- Directed by: Louis Myles Ahmed Twaij
- Produced by: Louis Myles; Ahmed Twaij;
- Starring: Allan Cockram;
- Cinematography: Steve Middleditch Will Billany
- Edited by: Steve Williams
- Production companies: Fever Media; Meadowlark Media; Firelight Media Inc; It Was All a Dream Productions;
- Release date: 10 June 2023 (Tribeca);
- Running time: 33 minutes
- Country: United Kingdom
- Language: English

= Mighty Penguins =

British sports documentary film

Mighty Penguins is a 2023 sports documentary film about an amateur football team Brentford Penguins, consisting of players with Down's Syndrome, established by former Brentford player Allan Cockram in London, in 2017. The film premiered at the Tribeca Festival in 2023.

==Cast==
- Allan Cockram
- Special K
- Peanut
- Captain Charlie

==Production==
The film is part of a wider series called Sports Explains the World, executive produced by John Skipper for Meadowlark Media.
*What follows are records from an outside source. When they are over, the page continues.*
/// The figures of a `[[path]]` scenario: the paths' latency budgets side by side (`path_budgets`), every
/// path's output over one window of the first path's capture with the source (`path_waveforms`), and the
/// latency of every path over the run when it is tracked (`path_latency_over_time`).
pub fn path_figures(paths: &[PathShown<'_>], window_s: Option<(f64, f64)>) -> Result<Vec<Figure>> {
    let Some(first) = paths.first() else {
        return Ok(Vec::new());
    };
    let name = &first.run.scenario.name;
    let mut figs = Vec::new();
    let lines: Vec<Vec<(String, f64)>> = paths
        .iter()
        .map(|p| {
            p.metrics
                .latency
                .budget
                .iter()
                .map(|b| (b.stage.clone(), b.seconds))
                .collect()
        })
        .collect();
    figs.push(figure(
        "path_budgets",
        "Each path's latency budget (its stages laid end to end) and its measured latency, on one time axis"
            .into(),
        &Plot::PathBudgets(PathBudgetsPlot {
            title: format!("{name}: latency budget per path"),
            paths: paths
                .iter()
                .zip(&lines)
                .map(|(p, l)| (p.name, &l[..], p.metrics.latency.measured_s))
                .collect(),
        }),
    )?);

    // Waveforms: the source and each path's output at the grid instants of one window.
    let (w0, w1) = window_s.unwrap_or_else(|| default_window_s(first.run, None));
    let mut data: Vec<(String, Vec<f64>, Vec<f64>)> = Vec::new();
    let cap = &first.run.capture;
    if let Some(src) = cap.source() {
        data.push(("source".into(), Vec::new(), Vec::new()));
        let tb = cap.timebase;
        let last = data.last_mut().expect("pushed");
        for (i, v) in src.iter().enumerate() {
            let t = tb.time_s(cap.n0 + i as u64);
            if t >= w0 && t <= w1 {
                last.1.push(t);
                last.2.push(*v);
            }
        }
    }
    for p in paths {
        let cap = &p.run.capture;
        let tb = cap.timebase;
        let (mut t_s, mut v) = (Vec::new(), Vec::new());
        for (i, x) in cap.output().iter().enumerate() {
            let t = tb.time_s(cap.n0 + i as u64);
            if t >= w0 && t <= w1 {
                t_s.push(t);
                v.push(*x);
            }
        }
        data.push((format!("{} output", p.name), t_s, v));
    }
    let series: Vec<(&str, &[f64], &[f64])> = data
        .iter()
        .filter(|(_, t, _)| t.len() >= 2)
        .map(|(n, t, v)| (n.as_str(), &t[..], &v[..]))
        .collect();
    if !series.is_empty() {
        figs.push(figure(
            "path_waveforms",
            "The source and every path's output over one window: a listener switching paths hears the \
             offset between them"
                .into(),
            &Plot::Xy(XyPlot {
                title: format!("{name}: every path's output"),
                x_label: "time (s)".into(),
                y_label: "voltage (V)".into(),
                series,
                log_x: false,
                markers: Vec::new(),
            }),
        )?);
    }

    let tracks: Vec<(&str, &LatencyOverTime, f64)> = paths
        .iter()
        .filter_map(|p| {
            p.metrics
                .latency
                .over_time
                .as_ref()
                .map(|t| (p.name, t, p.metrics.latency.measured_s))
        })
        .collect();
    if !tracks.is_empty() {
        let mut f = latency_over_time_figure(
            &format!("{name}: each path's latency over the run"),
            &tracks,
        )?;
        f.name = "path_latency_over_time".into();
        figs.push(f);
    }
    Ok(figs)
}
Allan Cockram, who founded the Brentford Penguins in 2017, told Talksport that he received a phone call from producer/director Louis Myles which he thought “was a wind-up at first” about making a documentary about the club and the players. It was co-produced and co-directed by Ahmed Twaij, and produced by All a Dream Productions and Firelight Media.

==Release==
The film had its premiere at the Tribeca Film Festival in June 2023.

==Reception==
Donald McRae in The Guardian described the film as directed “with a light touch” by Louis Myles and Ahmed Twaij. At a BFI Southbank screening Mark Kermode described the film as “utterly remarkable and utterly life-affirming”.

Following the release of the film, former footballer David Beckham, and his son Romeo, met the Mighty Penguins team in September 2023, and presented Cockram with an Who Cares Wins Unsung Hero Award from The Sun newspaper.